You see - being honest now - Oliver is not great on rules. Unlike me, he won't do a detailed map and intricate flowcharts. Having a background in English literature, he doesn't share my scientist's delight at probabilities, patterns and problem-solving. And he doesn't write as fast, while I can churn this stuff out by the yard.
I'm not saying my writing is bad, mind you. People have been complimentary about lines like this:
By day you sail on lavender waves under a vault of azure and gold. By night the sails gleam dazzlingly white in the rays of the moon, and each star finds its twin in the dark ocean depths.So there's some poetry in my soul too. It's not all equations and graphs. But literary talent has never been about pretty writing - it's about that and much more. It's the ability to convey a palpable atmosphere, a resonance of theme, to vividly evoke character, and to give the sense of the author's personal presence through the voice of their writing.
So if I had written Shadow Keep - or co-written it, as originally intended - you would have got an adventure with some clever puzzles, a map that made sense, encounters that were balanced according to the statistics of 2d6 rolls. Even nice writing. But you wouldn't have got that strange, Gothic-drenched, opiated dream quality that Oliver does as naturally as breathing, because it's something he absorbed into his pores while studying Byron and Shelley and those other poetical fellows. The only recent example of such exquisite pre-Victorian Gothic Romanticism to match it is in Fumito Ueda's Ico and Shadow of the Colossus games. Watch for that same flavour in Oliver's forthcoming fantasy series The Knight of the Fields.

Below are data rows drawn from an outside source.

//! The transimpedance stage of a photodiode, and the photodiode's bench model.
//!
//! Found by the transimpedance stage's roles (`by_role`: its amplifier, whose − input is the
//! sensor terminal, the diode's cathode; R_f and C_f from the output back to it; the bias
//! divider and its bypass at the + input, which is otherwise at ground or a rail) or,
//! without roles, by shape (`by_shape`). It gets the first
//! row to itself, as a high-impedance sensor's follower does (`buffer`): the sensor box, the
//! free run of the sensor line (TP1) into the − input on the signal line, R_f and C_f as
//! parallel loops above the amplifier from a tap on that line to the output column, the +
//! input dropping to ground (or a rail) or to a bus carrying the bias divider and its bypass
//! (the reference block, `Sheet::block`, hanging leftward under the line), the output
//! running on to a continuation flag. The gain stage then starts its own row from that flag.
//!
//! The sensor model (bench, grey): each current source from the terminal to ground (the
//! photocurrent `ISENSE`, the dark current `IDARK` beside it), drawn with its arrow the way
//! the current leaves the terminal, and the junction capacitance `CSENSE` from the terminal
//! to ground; their feet share one ground.

use super::blocks::Diode;
use super::plan::Step;
use super::sheet::{Sheet, GREY, PITCH, REF_DROP, TP_GAP, X0, Y0};
use crate::circuit::GND;
use crate::draw::svg::{Anchor, BoxRect, Pen};

/// Spacing of the sensor model's columns (a source's arrow left of it, its label right),
/// and the box's margin right of the last one (that one's label).
const COL: f64 = 115.0;
const MARGIN: f64 = 90.0;
/// Feedback loops above the line: the first, and the step between them.
const LOOP: f64 = 90.0;
const LOOP_STEP: f64 = 60.0;

/// The transimpedance amplifier and what hangs from it.
#[derive(Debug, Clone)]
pub(super) struct Tia {
    pub(super) amp: usize,
    /// The − input (the sensor terminal), the + input and the output.
    pub(super) input: String,
    pub(super) plus: String,
    pub(super) out: String,
    /// Parts from the output back to the − input (R_f, C_f).
    pub(super) feedback: Vec<usize>,
    /// Parts from the + input's bias node to rails and ground (divider legs, bypass).
    pub(super) bias: Vec<Step>,
    /// The sensor's current enters the − input.
    pub(super) fed: bool,
}

impl Tia {
    /// Every part the stage's block draws.
    pub(super) fn parts(&self) -> Vec<usize> {
        let mut v = vec![self.amp];
        v.extend(&self.feedback);
        v.extend(self.bias.iter().map(|s| s.part));
        v
    }
}

impl Sheet<'_> {
    /// The photodiode model `d` in a dashed box: its current sources and capacitance in
    /// columns from the terminal to ground; returns the terminal's x.
    pub(super) fn photodiode_sensor(&mut self, d: &Diode) -> f64 {
        let (cols, term) = (&d.cols, &d.term);
        let y = Y0;
        let yg = y + 100.0;
        let sx = X0 + 55.0;
        let last = sx + (cols.len().max(1) - 1) as f64 * COL;
        let box_w = last + MARGIN - X0;
        let right = X0 + box_w;
        for (k, &i) in cols.iter().enumerate() {
            let x = sx + k as f64 * COL;
            self.two(i, (x, y), term, (x, yg), GND, true);
        }
        self.wire((sx, y), (right, y), term, true);
        if last > sx {
            self.wire((sx, yg), (last, yg), GND, true);
        }
        self.terminal((sx, yg), GND, false);
        let dashed = Pen { colour: GREY, width: 1.5, dashed: true };
        self.svg.rect(X0, y - 60.0, box_w, 190.0, "none", dashed);
        self.svg.text(X0 + 4.0, y - 66.0, "sensor", self.cfg.font_size, Anchor::Start, GREY, "", "italic");
        self.bench_areas.push(BoxRect::new(X0, y - 60.0, box_w, 190.0));
        self.svg.circle((right, y), 3.5, "#ffffff", Some(self.pen(true)));
        right
    }

    /// The transimpedance row from the sensor terminal at `x_term`; then starts the gain
    /// stage's row below it (see [`Sheet::gain_row`]) and returns the flag's tip.
    pub(super) fn tia_row(&mut self, t: &Tia, x_term: f64, top: f64) -> f64 {
        let y = Y0;
        let (yb, yo) = (y + 40.0, y + 20.0);
        let (ups, downs) =
            t.bias.iter().fold((0, 0), |(u, d), s| if self.positive_rail(&s.to) { (u + 1, d) } else { (u, d + 1) });
        let cols = ups.max(downs);
        // The bias block hangs leftward from the + input's drop: clear of the sensor box.
        let ux = (x_term + TP_GAP + 100.0).max(x_term + 55.0 + cols as f64 * PITCH);
        let xf = ux - 40.0;
        // − input on the signal line, from the sensor terminal; when the sensor's current
        // goes elsewhere, the line starts at a terminal with the input's name instead, so no
        // wire claims a connection the circuit does not have.
        if t.fed {
            self.wire((x_term, y), (xf, y), &t.input, false);
        } else {
            let xs = x_term + 50.0;
            self.terminal((xs, y), &t.input, true);
            self.wire((xs, y), (xf, y), &t.input, false);
        }
        self.wire((xf, y), (ux, y), &t.input, false);
        // + input: to ground or a rail, or down to the bias block.
        let xd = ux - 20.0;
        self.wire((xd, yb), (ux, yb), &t.plus, false);
        if t.bias.is_empty() {
            self.wire((xd, yb), (xd, yb + 20.0), &t.plus, false);
            self.terminal((xd, yb + 20.0), &t.plus, false);
        } else {
            let yr = y + REF_DROP;
            self.wire((xd, yb), (xd, yr), &t.plus, false);
            self.block(&t.bias, xd, yr, &t.plus, false);
        }
        // R_f and C_f: parallel loops above the amplifier, from the tap to the output column.
        let x_out = ux + 80.0;
        let xr = x_out + 30.0;
        let (mut yl, mut yr) = (y, yo);
        for (k, &i) in t.feedback.iter().enumerate() {
            let yk = y - LOOP - LOOP_STEP * k as f64;
            self.wire((xf, yl), (xf, yk), &t.input, false);
            self.two(i, (xf, yk), &t.input, (xr, yk), &t.out, true);
            self.wire((xr, yk), (xr, yr), &t.out, false);
            yl = yk;
            yr = yk;
        }
        self.opamp(t.amp, ux, y, [false, true]);
        self.supply_pins(t.amp, ux, y);
        let x_flag = xr + 90.0;
        self.wire((x_out, yo), (x_flag, yo), &t.out, false);
        self.flag(x_flag, yo, &t.out);
        self.gain_row(&t.out.clone(), top)
    }
}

The Shadow Keep cover painting by Bruno Elletori (or Elettori, or Ellitori, depending on how long the cover designer spent at lunch that day) is not really ideal. The illustrations should have been by a Victorian artist thoroughly steeped in Gothic. For the interiors on this new edition, we've used Irish artist Harry Clarke, best known for his Edgar Allan Poe illustrations. I know purists will grumble. We'll get some withering reviews on Amazon for changing things around. But you can still get the original version for a penny, so no harm done.
If you want to see the Gothic design for the new edition, it's out now from Fabled Lands Publishing. At a cost of more than a penny, I'm afraid, but we'll be sure to spend the profits on laudanum, quills and parchment for the next great Johnson opus.